Publishing Challenges
Most websites like Open Context use software and databases to manage and deliver content to your browser. This blog itself uses WorldPress (open source content management software) and MySQL (an open source database) to share news and updates. Different kinds of software and database technologies will be suitable for different kinds of online applications.
Open Context requires specialized software and database organization to meet some of the particular needs of data publishing in archaeology. There are a number of concerns that make archaeology uniquely challenging:
- Archaeologists lack many common conventions in recording or organizing their data.
- Archaeologists work across many disciplines that may each have lots of diversity in approaches to recording and organizing data.
- Some archaeological data is very structured (typically in tables of rows and columns), but other documentation is loosely structured (narrative field notes), and archaeologists make lots of use of a wide variety of media types (images, video, GIS, 3D).
- Archaeological data creation takes place at different times, with different people, often with little coordination. This makes it difficult to merge related datasets together.
- Archaeologists juggle lots of concerns, and sometimes don’t make a priority of good data management practices.
- Archaeological data is not ethically neutral and needs proper contextualization, security and sensitivity protections, and appropriate governance. While these needs may not seem overtly “technical”, they absolutely do also shape software and data modeling requirements.
The diversity and complexity of archaeological data makes data publishing a big challenge. Another aspect of the challenge is that archaeologists often lack the time, training, and resources to create data that they or anyone else can actually use! Currently, the Open Context editorial team invests a lot of time and effort in the cleanup and reorganization of datasets.

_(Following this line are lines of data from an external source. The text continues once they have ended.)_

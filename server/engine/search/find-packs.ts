import {
  aimFrame,
  byCloseness,
  byPriceThenIds,
  nearestCandidates,
  type AimedFrame,
  type Candidate,
} from './candidates.ts';
import { formTimingTables, type TimingTables } from './composites.ts';
import { frameCircuit, framesFor } from './frame.ts';
import { guaranteedBand, worseEnd, type GuaranteedBand } from './guaranteed-band.ts';
import { holdsBand, kitYield, type KitYield } from './kit-yield.ts';
import type { SearchBrief, Shelf } from './shelf.ts';
import type { Circuit } from '../circuit.ts';

export type Rank = 'closest' | 'best-value' | 'steadiest';

/** A candidate with its promise. */
export interface RankedPack extends Candidate, KitYield {
  circuit: Circuit;
  guaranteed: GuaranteedBand;
  topology: 'equal-thresholds' | 'shifted-thresholds';
  wins: Rank[];
}

/** What the search found, best first by the asked rank. */
export interface FoundPacks {
  packs: RankedPack[];
  /** How many combinations the shelf and the rules allow, made or not. */
  considered: number;
}

/** A pack is best value only when at least this share of kits holds the band. */
export const valueYield = 0.99;
const shortlistLength = 48;

/**
 * Finds packs for a brief on a shelf, ranked. *Closest* is exact over the whole space: no stocked
 * combination that the rules allow is nearer to the target by |ln(f/target)|. *Best value* is the
 * lowest price among shortlisted packs of which at least 99 % hold the band; *steadiest* has the
 * guaranteed band whose worse end is nearest to the target. Ties are broken by price, part count and
 * ids. The further packs differ from one another in capacitor or comparator.
 * `tables` must have been formed from the shelf's resistors; formed anew when left out. Empty when no frame of the shelf can run the brief.
 */
export function findPacks(
  shelf: Shelf,
  brief: SearchBrief,
  rank: Rank,
  limit: number,
  tables: TimingTables = formTimingTables(shelf.resistors),
): FoundPacks {
  const frames = framesFor(shelf, brief);
  const aimed = frames.map((frame) => aimFrame(frame, brief));
  const closest = aimed
    .flatMap((frame) => nearestCandidates(frame, tables.all, brief, 1))
    .sort(byCloseness);
  const considered = frames.length * tables.all.ohms.length;
  if (closest.length === 0) return { packs: [], considered };
  const winners: Record<Rank, Candidate | null> = {
    closest: closest[0]!,
    'best-value': findBestValue(aimed, tables, brief),
    steadiest: findSteadiest(aimed, tables, brief),
  };
  const packs = arrange(winners, rank, closest, limit).map((candidate) =>
    promise(candidate, brief),
  );
  for (const pack of packs) {
    pack.wins = (Object.keys(winners) as Rank[]).filter((name) => isSamePack(winners[name], pack));
  }
  return { packs, considered };
}

/** The steadiest pack alone, with its promise; null when no frame of the shelf can run the brief. */
export function findSteadiestPack(
  shelf: Shelf,
  brief: SearchBrief,
  tables: TimingTables = formTimingTables(shelf.resistors),
): RankedPack | null {
  const aimed = framesFor(shelf, brief).map((frame) => aimFrame(frame, brief));
  const steadiest = findSteadiest(aimed, tables, brief);
  return steadiest === null ? null : { ...promise(steadiest, brief), wins: ['steadiest'] };
}

/** The winner of the asked rank first, then the other winners, then varied close packs. */
function arrange(
  winners: Record<Rank, Candidate | null>,
  rank: Rank,
  closest: readonly Candidate[],
  limit: number,
): Candidate[] {
  const order: Rank[] = [rank, 'best-value', 'closest', 'steadiest'];
  const chosen: Candidate[] = [];
  const add = (candidate: Candidate | null) => {
    if (
      candidate &&
      chosen.length < limit &&
      !chosen.some((other) => isSamePack(other, candidate))
    ) {
      chosen.push(candidate);
    }
  };
  order.forEach((name) => add(winners[name]));
  const seen = new Set(chosen.map((candidate) => candidate.frame.capacitor.id));
  for (const candidate of closest) {
    if (chosen.length >= limit) break;
    if (seen.has(candidate.frame.capacitor.id)) continue;
    seen.add(candidate.frame.capacitor.id);
    add(candidate);
  }
  for (const candidate of closest) add(candidate);
  return chosen;
}

/** True when two candidates are made of the same parts joined the same way. */
export function isSamePack(a: Candidate | null, b: Candidate): boolean {
  return a !== null && byPriceThenIds(a, b) === 0;
}

/**
 * Adds the promise to a candidate: its nominal circuit, guaranteed band and yield.
 */
export function promise(candidate: Candidate, brief: SearchBrief): RankedPack {
  const guaranteed = guaranteedBand(candidate, brief);
  const { r1, r2, r3 } = candidate.frame.thresholds;
  return {
    ...candidate,
    ...kitYield(candidate, brief, guaranteed),
    circuit: frameCircuit(candidate.frame, brief, candidate.timingOhms),
    guaranteed,
    topology: r1.id === r2.id && r2.id === r3.id ? 'equal-thresholds' : 'shifted-thresholds',
    wins: [],
  };
}

/** Cheapest first, nearer first among equals, until one holds the band often enough. */
function findBestValue(
  aimed: readonly AimedFrame[],
  tables: TimingTables,
  brief: SearchBrief,
): Candidate | null {
  const pool = aimed
    .flatMap((frame) => [
      ...nearestCandidates(frame, tables.singles, brief, 4),
      ...nearestCandidates(frame, tables.all, brief, 1),
    ])
    .filter((candidate) => candidate.distance <= Math.log1p(brief.band))
    .sort((a, b) => a.priceMinor - b.priceMinor || byCloseness(a, b));
  return pool.find((candidate) => holdsBand(candidate, brief, valueYield)) ?? null;
}

/** Tolerances of the passive parts, a quick bound by which candidates are shortlisted. */
function passiveTolerance(candidate: Candidate): number {
  const { r1, r2, r3 } = candidate.frame.thresholds;
  const capacitor = candidate.frame.capacitor;
  const timing = Math.max(candidate.first.tolerance, candidate.second?.tolerance ?? 0);
  return (
    candidate.distance +
    timing +
    capacitor.tolerance +
    capacitor.temperatureSpread +
    0.36 * (r1.tolerance + r2.tolerance) +
    0.72 * r3.tolerance
  );
}

function findSteadiest(
  aimed: readonly AimedFrame[],
  tables: TimingTables,
  brief: SearchBrief,
): Candidate | null {
  const pool = aimed
    .flatMap((frame) =>
      [tables.precise, tables.good, tables.all].flatMap((table) =>
        nearestCandidates(frame, table, brief, 1),
      ),
    )
    .sort((a, b) => passiveTolerance(a) - passiveTolerance(b) || byPriceThenIds(a, b))
    .slice(0, shortlistLength);
  let best: Candidate | null = null;
  let bestEnd = Number.POSITIVE_INFINITY;
  for (const candidate of pool) {
    const end = worseEnd(guaranteedBand(candidate, brief), brief.targetHz);
    if (end < bestEnd - 1e-12) {
      best = candidate;
      bestEnd = end;
    }
  }
  return best;
}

Dealing with these challenges requires learning, experience, and wider engagement. That’s why our organization is investing so heavily in “data literacy”. We need to gain much more experience and understanding about what’s required to actually use archaeological data. If we can share that understanding more broadly, then archaeologists can make data that’s easier to use. That understanding will also help us improve our approaches to publishing data. Our current work in “software refactoring” (cleanup, organization improvements, maintenance) helps set the stage for making such improvements.